Number of rows Method of control Result Threshold P-value correction for multiple comparisons
1...49 G-test p-value Significance level Benjamini-Yekutieli method
50...499 Cho-Gaines d* test (Euclidean Distance) p-value Significance level Benjamini-Yekutieli method
500 and more Excess Maximum Absolute Deviation (MAD) test Excess MAD Thresholds from  Nigrini [3] Nothing, it is not required. 
  • The algorithm achieves the best results on big datasets (500 rows or more). For them the Excess MAD test is used, which answers the question of how similar the actual distribution is to the expected distribution, so the result of it is an effect size statistic. This result is compared with marginal conformity and nonconformity thresholds for MAD specified in [3], but is also corrected for the size of the sample using the method from [4]. Effect size is useful because besides Benford sets of numbers, which follow Benford’s Law with high confidence, there are almost Benford sets and certain effect size can be observed for certain data. Even if the threshold is not crossed, issues can be found by comparing an effect size with an expectation found from a similar but proven for correctness set of data.
  • For a small dataset size, it is difficult to detect effect size precisely. Other 2 tests produce p-value and answer a different question, which is whether a distribution follows Benford’s Law with a given significance level.
  • p-values produced by statistical tests are adjusted for multiple comparisons by the Benjamini-Yekutieli method and are compared with the significance level specified by a user. For a very small dataset size tests are even less powerful, for that reason p-value correction for G-test and d* test is performed separately, that increases the probability of a single error, but helps to preserve statistical power.
  • Scores are calculated from the p-values using the formula -log10(p-value), which provides values that have a more convenient and useful scale than the p-values themselves. Scores are highlighted in a report if a p-value is lower than a user-defined significance level, which means that the data is suspicious and the case should be investigated.
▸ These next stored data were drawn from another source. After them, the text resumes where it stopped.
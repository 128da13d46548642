import json
import math

import pytest

from budgets.components import Component
from budgets.errors import EvidenceError
from budgets.evidence.evaluation import Estimate, MeanSquare, Term
from budgets.evidence.mean_square_matrices import MatrixTerm, MeanSquareMatrix, covariance_of, projected

MATRIX = MeanSquareMatrix("v/scan", ("protein", "fat"), ((0.04, 0.01), (0.01, 0.09)), 12)


def an_estimate(*terms, **changes):
    members = {"name": "covariance", "terms": (), "value": None, "interval": None, "may_feed": ("reading",)}
    return Estimate(**{**members, "usable": True, "matrix_terms": terms, **changes})


@pytest.mark.parametrize(
    ("quantities", "value", "nu"),
    [
        (("a",), ((1.0, 0.0), (0.0, 1.0)), 9),
        (("a", "a"), ((1.0, 0.0), (0.0, 1.0)), 9),
        (("a", "b"), ((1.0, 0.5), (0.4, 1.0)), 9),
        (("a", "b"), ((1.0, math.nan), (math.nan, 1.0)), 9),
        (("a", "b"), ((-1.0, 0.0), (0.0, 1.0)), 9),
        (("a", "b"), ((1.0, 0.0), (0.0, 1.0)), 0),
    ],
)
def test_a_matrix_that_cannot_be_is_refused(quantities, value, nu):
    with pytest.raises(EvidenceError):
        MeanSquareMatrix("v/scan", quantities, value, nu)


def test_terms_add_up_and_project():
    other = MeanSquareMatrix("r/fat", ("protein", "fat"), ((0.0, 0.0), (0.0, 0.02)), math.inf)
    terms = (MatrixTerm(1.0, MATRIX), MatrixTerm(-0.5, other))
    assert covariance_of(terms).tolist() == [[0.04, 0.01], [0.01, 0.08]]
    # c'Sc, by hand
    term = projected(terms[0], (1.0, -2.0))
    assert term.coefficient == pytest.approx(0.04 - 0.04 + 0.36)
    single = projected(terms[1], (1.0, -2.0))
    assert single == Term(-2.0, MeanSquare("r/fat", 0.02, math.inf))
    with pytest.raises(EvidenceError, match="different quantities"):
        covariance_of((terms[0], MatrixTerm(1.0, MeanSquareMatrix("x", ("a",), ((1.0,),), 9))))


def test_an_estimate_with_a_matrix_survives_its_document():
    known = MeanSquareMatrix("r/fat", ("protein", "fat"), ((0.0, 0.0), (0.0, 0.02)), math.inf)
    relative = (Term(1.0, MeanSquare("s1", 1e-4, 8)),)
    estimate = an_estimate(MatrixTerm(1.0, MATRIX), MatrixTerm(-1.0, known), relative_terms=relative)
    assert Estimate.from_document(json.loads(json.dumps(estimate.to_document()))) == estimate


def test_documents_of_the_first_version_still_load():
    document = an_estimate().to_document()
    assert not {"relative_terms", "matrix_terms"} & set(document)
    del document["reading_weight"]
    assert Estimate.from_document(document) == an_estimate()


def test_a_component_of_several_quantities_takes_the_names_of_the_model():
    estimate = an_estimate(MatrixTerm(1.0, MATRIX))
    component = Component.from_estimate("scan", "", None, estimate, "A", quantities={"fat": "milk_fat"})
    assert (component.inputs, component.quantity) == (("protein", "milk_fat"), "")
    assert Component.from_estimate("scan", "passed over", None, estimate, "A").inputs == ("protein", "fat")
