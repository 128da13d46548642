"""Evidence extended beyond its time: every variance times the square of the factor, and nothing else."""

from __future__ import annotations

import math

import numpy as np
import pytest

from budgets.components import Component
from budgets.errors import EvidenceError
from budgets.evidence.evaluation import Estimate, Interval, MeanSquare, Term
from budgets.evidence.mean_square_matrices import MatrixTerm, covariance_of
from budgets.evidence.vectors import scatter_matrix
from budgets.evidence.widening import widened

PREDICTION = MeanSquare("val/standard_error_of_prediction", 0.09, 59)
REPEATABILITY = MeanSquare("rep/repeatability", 0.0144, 20)


def remainder(**changes: object) -> Estimate:
    terms = (Term(1.0, PREDICTION), Term(-0.5, REPEATABILITY))
    members = {"interval": Interval(0.2, 0.4, 0.95, "modified large-sample"), "value": None, **changes}
    return Estimate("remainder", terms, may_feed=("lot",), usable=True, **members)  # type: ignore[arg-type]


def test_the_standard_uncertainty_is_multiplied_and_the_degrees_of_freedom_stay():
    wide = widened(remainder(), 1.5)
    # By hand: 0.09 - 0.0144/2 = 0.0828, times 2.25.
    assert wide.variance == pytest.approx(0.0828 * 2.25, rel=1e-14)
    assert wide.degrees_of_freedom == pytest.approx(remainder().degrees_of_freedom, rel=1e-14)
    assert (wide.interval.lower, wide.interval.upper) == pytest.approx((0.3, 0.6))
    assert wide.interval.method == "modified large-sample"


def test_what_is_shared_is_still_seen_as_shared():
    """The repeatability that was taken out and that of a reading are one mean square, extended or not."""
    lot = Component.from_estimate("remainder", "moisture", "lot", widened(remainder(), 2.0), "A")
    assert {term.mean_square for term in lot.terms} == {PREDICTION, REPEATABILITY}


def test_a_value_stays_where_it_was():
    bias = remainder(value=0.05, interval=Interval(0.01, 0.09, 0.95, "t"))
    wide = widened(bias, 2.0)
    assert wide.value == 0.05
    assert (wide.interval.lower, wide.interval.upper) == pytest.approx((-0.03, 0.13))
    assert widened(remainder(interval=None), 2.0).interval is None


def test_relative_and_joint_terms_are_widened_too():
    relative = Estimate("s", (), None, None, ("reading",), True, relative_terms=(Term(1.0, REPEATABILITY),))
    (term,) = widened(relative, 3.0).relative_terms
    assert term.coefficient == pytest.approx(9.0)
    matrix = scatter_matrix("cov/scans", ("moisture", "fat"), np.array([[4.0, 1.0], [1.0, 2.0]]), 10)
    joint = Estimate("c", (), None, None, ("reading",), True, matrix_terms=(MatrixTerm(0.5, matrix),))
    before, after = covariance_of(joint.matrix_terms), covariance_of(widened(joint, 3.0).matrix_terms)
    assert after == pytest.approx(9 * before)


@pytest.mark.parametrize("factor", [1.0, 0.5, 0.0, -2.0, math.inf, math.nan])
def test_only_a_factor_above_one_widens(factor):
    with pytest.raises(EvidenceError, match="above 1") as caught:
        widened(remainder(), factor)
    assert caught.value.where == ("widening_factor",)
If the number of observations is small (50 or less), a cell is highlighted with a lighter color.
  • In the report, the user can also examine the distribution of digits in data and find out for any digit the difference (in percent) between actual and expected counts (the expected counts are taken from the distribution of digits for all other label values).
  • An effective number of numbers processed by the algorithm is affected by NA values in data and specifically for the second-order test also by duplicated numbers. So regarding the second-order test, if there is a big amount of duplicates in data, then that test is not very useful. 

Literature:

[1] R. M. Fewster. The American Statistician Vol. 63, No. 1 (Feb., 2009). A Simple Explanation of Benford's Law.

[2] https://en.wikipedia.org/wiki/Benford%27s_law

[3] Mark J. Nigrini (2012). Benford's Law: Applications for Forensic Accounting, Auditing, and Fraud Detection.

[4] Bradley J. Barney and Kurt S. Schulzke (2016) "Moderating "Cry Wolf" Events with Excess MAD in Benford’s Law Research and Practice"

[5] Cho, W.K.T. and Gaines, B.J. (2007) Breaking the (Benford) Law: Statistical Fraud Detection in Campaign Finance. The American Statistician. 61, 218–223. 

[6] Morrow, J. (2010) Benford’s Law, Families of Distributions and a Test Basis.